We take example data from the block number 600,000.
| Input | Value (original) | Value in hexadecimal |
| Version | 0x20000000 | 0x20000000 |
| Previous Block Hash (hashPrevBlock) | 00000000000000000003ecd827f336c6971f6f77a0b9fba362398dd867975645 | 00000000000000000003ecd827f336c6971f6f77a0b9fba362398dd867975645 |
| Merkle Root hash (hashMerkleRoot) | 66b7c4a1926b41ceb2e617ddae0067e7bfea42db502017fde5b695a50384ed26 | 66b7c4a1926b41ceb2e617ddae0067e7bfea42db502017fde5b695a50384ed26 |
| Time | 2019-10-19 02:04:21 as timestamp: 1571443461 | 0x5DAA5305 |
| Bits (difficulty) | 0x1715a35c | 0x1715a35c |
| Nonce | 0x3f93ada7 | 0x3f93ada7 |
All values need to be converted into little-endian hex format. Usually block explorers or hex calculators provide the data in big-endian. Little-endian means that the least significant byte is on the left side. (In big-endian it is on the right side)
| Input | Value in little-endian hexadecimal |
| Version | 00000020 |
| Previous Block Hash (hashPrevBlock) | 45569767D88D3962A3FBB9A0776F1F97C636F327D8EC03000000000000000000 |
| Merkle Root hash (hashMerkleRoot) | 26ED8403A595B6E5FD172050DB42EABFE76700AEDD17E6B2CE416B92A1C4B766 |
| Time | 0x0553AA5D |
| Bits (difficulty) | 0x5CA31517 |
| Nonce | 0xA7AD933F |
Input data from Bitcoin block 600000.
The next step is to concatenate all little-endian formatted hash values in the right order. The symbol || means concatenation. As result we receive our rawHex.
rawHex = Version || Previous Block Hash || Merkle Root hash || Time || Bits || Nonce
rawHex = 0000002045569767d88d3962a3fbb9a0776f1f97c636f327d8ec0300000000000000000026ed8403a595b6e5fd172050db42eabfe76700aedd17e6b2ce416b92a1c4b7660553aa5d5ca31517a7ad933f
The concatenated hash value now needs to be converted into binary format. Most hash calculators and libraries distinguish between string inputs and hexadecimal inputs.
Let us consider an example.
The string “2c” would have a binary representation of 0011001001100011. This is derived from the ASCII table.
| Character | 2 | c |
| Binary ASCII representation | 00110010 | 01100011 |
If we interpret “2c” as hexadecimal value its binary representation would be: 101100. And this is exactly what we need.
This step is usually done internal with many hash libraries. The resulting binary number of our rawHex would be too large to display here.
On our bit representation of the rawHex we apply the SHA-256 now twice. This means, we first calculate the SHA-256 of the binary representation of our rawHex and then take the result (again as binary) and input it into our SHA-256 function again.
2 x SHA-256: 915fcd96d1c84298a8fbfb9c13a9f7b4760e9056683107000000000000000000
The last step is to convert the output of the last step into little endian hexadecimal format. Once this is done, we have your block hash.

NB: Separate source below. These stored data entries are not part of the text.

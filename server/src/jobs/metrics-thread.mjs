// Entry of the metrics worker threads (piscina). Node 20 cannot start a worker from a .ts file, so this
// plain module loads the TypeScript computations through tsx's API. Each thread lowers its own scheduling
// priority by TB_METRICS_THREAD_NICE (default 5; on Linux the nice value is per thread), so the web server's thread keeps answering quickly
// while every core computes.
import { setPriority } from "node:os";
import process from "node:process";
import { tsImport } from "tsx/esm/api";

const nice = Number(process.env.TB_METRICS_THREAD_NICE ?? 5);
try {
  if (Number.isInteger(nice) && nice > 0) setPriority(Math.min(19, nice));
} catch {
  // Not permitted on this system: run at normal priority.
}
const compute = await tsImport("./compute.ts", import.meta.url);

export default function run(task) {
  return compute.runTask(task);
}
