export async function searchCatalogue(q: CatalogueQuery) {
  const all = await catalogueStore.entries();
  const key = JSON.stringify(q);
  const hit = pageCache.get(key);
  if (hit && hit.all === all && hit.generation === searchIndex.generation) {
    pageCache.delete(key);
    pageCache.set(key, hit);
    return hit.body;
  }
  const generation = searchIndex.generation;
  const start = (q.page - 1) * q.pageSize;
  const { matches, total, facets, searchMatch } = await matchCatalogue(q, { limit: start + q.pageSize });
  const body: CataloguePage = {
    data: matches.slice(start, start + q.pageSize).map((e) => toRow(e, q.nullModel)),
    meta: { total, page: q.page, pageSize: q.pageSize, facets, searchMatch },
  };
  pageCache.set(key, { all, generation, body });
  if (pageCache.size > PAGE_CACHE_LIMIT) pageCache.delete(pageCache.keys().next().value!);
  return body;
}
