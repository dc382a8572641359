/**
 * Started by `npm start`: listen for catalogue changes from other processes (LISTEN/NOTIFY) and build the
 * catalogue and search index before the first visitor asks; then, in the background, write the stored
 * matrix CSVs that published networks lack (bundles.stored-csv.ts; bundles work without them, slower).
 */
import { searchIndex } from "./catalogue.search-index";
import { startCatalogueListener, stopCatalogueListener } from "./catalogue.events";
import { catalogueStore } from "./catalogue.store";
import { fillStoredMatrixCsvs } from "../bundles/bundles.stored-csv";

export async function startCatalogueTask(ctx: { log: (msg: string) => void }): Promise<void> {
  await startCatalogueListener();
  const started = Date.now();
  const n = (await catalogueStore.entries()).length;
  await searchIndex.ensure();
  ctx.log(`Catalogue ready: ${n} published networks indexed in ${Date.now() - started} ms.`);
  const filling = Date.now();
  void fillStoredMatrixCsvs().then(
    (written) => written > 0 && ctx.log(`Bundle files: stored the matrix CSV of ${written} published networks in ${Date.now() - filling} ms.`),
    (err: unknown) => ctx.log(`Bundle files: storing matrix CSVs failed (bundles write them as they go): ${err instanceof Error ? err.message : String(err)}`),
  );
}

export async function stopCatalogueTask(): Promise<void> {
  await stopCatalogueListener();
}
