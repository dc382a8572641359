/**
 * /api/v1/catalogue — the public catalogue (also at GET /api/v1/networks).
 *
 * | route              | who    | answer                                                         |
 * |--------------------|--------|----------------------------------------------------------------|
 * | GET /              | anyone | `{ data: CatalogueRow[], meta: { total, page, pageSize, facets } }` |
 */
import { Router, type RequestHandler } from "express";
import { apiRateLimit } from "../../middlewares/api-rate-limit";
import { searchCatalogue } from "./catalogue.service";
import { parseCatalogueQuery } from "./catalogue.validation";

export const catalogueRouter = Router();

/** Shared with the networks router's list route. */
export const listCatalogue: RequestHandler = async (req, res) => {
  const q = parseCatalogueQuery(req.query as Record<string, unknown>);
  res.set("Cache-Control", "no-cache");
  res.json(await searchCatalogue(q));
};

catalogueRouter.get("/", apiRateLimit, listCatalogue);
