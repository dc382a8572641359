/**
 * /api/v1/catalogue — the public catalogue (also at GET /api/v1/networks).
 *
 * | route              | who    | answer                                                         |
 * |--------------------|--------|----------------------------------------------------------------|
 * | GET /              | anyone | `{ data: CatalogueRow[], meta: { total, page, pageSize, facets } }` |
 * The query is checked by catalogue.schemas.ts (400 naming every refused parameter).
 */
import { Router, type RequestHandler } from "express";
import { apiRateLimit } from "../../middlewares/api-rate-limit";
import { validate } from "../../middlewares/validate";
import { searchCatalogue } from "./catalogue.service";
import { catalogueSchema, toCatalogueQuery } from "./catalogue.schemas";

export const catalogueRouter = Router();

/** The checks and the handler, shared with the networks router's list route. */
export const listCatalogue: RequestHandler[] = [
  validate(catalogueSchema),
  async (req, res) => {
    res.set("Cache-Control", "no-cache");
    res.json(await searchCatalogue(toCatalogueQuery(req.query as Record<string, unknown>)));
  },
];

catalogueRouter.get("/", apiRateLimit, ...listCatalogue);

00000000000000000007316856900e76b4f7a9139cfbfba89842c8d196cd5f91
If you want to calculate or verify a Bitcoin block hash manually, you need to take care of the format of your input values.
Version: The version can be given as 1, 2, 0x00000002, 0x20000000, or in different values. If the version is given as decimal values like 1 or 2 it needs to be converted into a padded hexadecimal value first (0x00000002). If it is given as hex-value like this 0x20000000, it can be used as input value right away (it still needs to be converted to little-endian thought).
Date: make sure you use the correct date. Some browsers might give you wrong date values, because they apply the wrong time zone. And some block explorers cut off the seconds from their dates.